Dataset excerpts:
═══
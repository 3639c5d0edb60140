'use client';

import { useEffect } from 'react';
import { countWaiting } from '@/lib/offline/waiting';

/** Files that this page was made of, for a worker that was not there yet. */
const filesOfPage = (): string[] =>
  performance.getEntriesByType('resource').map((entry) => new URL(entry.name)).filter((url) => url.origin === location.origin && url.pathname.startsWith('/_next/static/')).map((url) => url.pathname);

/** Lets a new worker take over only while nothing waits to be sent, so that no half-sent sheet meets a new build. */
async function updateWhenEmpty(registration: ServiceWorkerRegistration): Promise<void> {
  if (registration.waiting && (await countWaiting()) === 0) registration.waiting?.postMessage({ type: 'SKIP_WAITING' });
}

async function start(): Promise<() => void> {
  const registration = await navigator.serviceWorker.register('/sw.js', { scope: '/', updateViaCache: 'none' });
  const look = () => void updateWhenEmpty(registration);
  registration.addEventListener('updatefound', () => registration.installing?.addEventListener('statechange', look));
  document.addEventListener('visibilitychange', look);
  look();
  const ready = await navigator.serviceWorker.ready;
  const keep = () => ready.active?.postMessage({ type: 'KEEP', page: location.pathname, files: filesOfPage() });
  // Once at the start and once when what loads late has come.
  keep();
  const later = setTimeout(keep, 6_000);
  return () => {
    clearTimeout(later);
    document.removeEventListener('visibilitychange', look);
  };
}

/** Starts the service worker where the browser allows one (https, localhost), in the built application. */
export function OfflineWorker() {
  useEffect(() => {
    if (process.env.NODE_ENV !== 'production' || !('serviceWorker' in navigator) || !window.isSecureContext) return;
    let stop = () => {};
    start().then((end) => (stop = end), () => undefined);
    return () => stop();
  }, []);
  return null;
}
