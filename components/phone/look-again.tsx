'use client';

import { useRouter } from 'next/navigation';
import { useEffect } from 'react';
import { useWords } from '@/components/i18n/words';

/** Asks the server again every few seconds, until the page behind it changes. */
export function LookAgain({ seconds }: { seconds: number }) {
  const t = useWords();
  const router = useRouter();
  useEffect(() => {
    const timer = setInterval(() => router.refresh(), seconds * 1000);
    return () => clearInterval(timer);
  }, [router, seconds]);
  return <p className="hint" role="status">{t('join.again', { n: seconds })}</p>;
}
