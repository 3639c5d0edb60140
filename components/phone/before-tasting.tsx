'use client';

import { Rich, useWords } from '@/components/i18n/words';
import type { Allergen } from '@/db/enums';

/** What somebody must know before the first glass: allergens, alcohol, the way out. */
export function BeforeTasting({ allergens }: { allergens: readonly Allergen[] }) {
  const t = useWords();
  const list = new Intl.ListFormat(t.locale).format(allergens.map((allergen) => t(`allergens.${allergen}`)));
  return (
    <div className="stack tight">
      <h2>{t('join.before')}</h2>
      <ul className="stack tight">
        <li>{allergens.length > 0 ? <Rich t={t} id="join.allergens" values={{ list }} /> : t('join.noAllergens')}</li>
        <li><Rich t={t} id="join.spit" /></li>
        <li>{t('join.optOut')}</li>
        <li>{t('join.alone')}</li>
      </ul>
    </div>
  );
}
═══
_EXERCISE GOAL_: Filter the entries above down to the lines containing the word "const".

_FINAL ANSWER_:
const filesOfPage = (): string[] =>
  const registration = await navigator.serviceWorker.register('/sw.js', { scope: '/', updateViaCache: 'none' });
  const look = () => void updateWhenEmpty(registration);
  const ready = await navigator.serviceWorker.ready;
  const keep = () => ready.active?.postMessage({ type: 'KEEP', page: location.pathname, files: filesOfPage() });
  const later = setTimeout(keep, 6_000);
  const t = useWords();
  const router = useRouter();
    const timer = setInterval(() => router.refresh(), seconds * 1000);
  const t = useWords();
  const list = new Intl.ListFormat(t.locale).format(allergens.map((allergen) => t(`allergens.${allergen}`)));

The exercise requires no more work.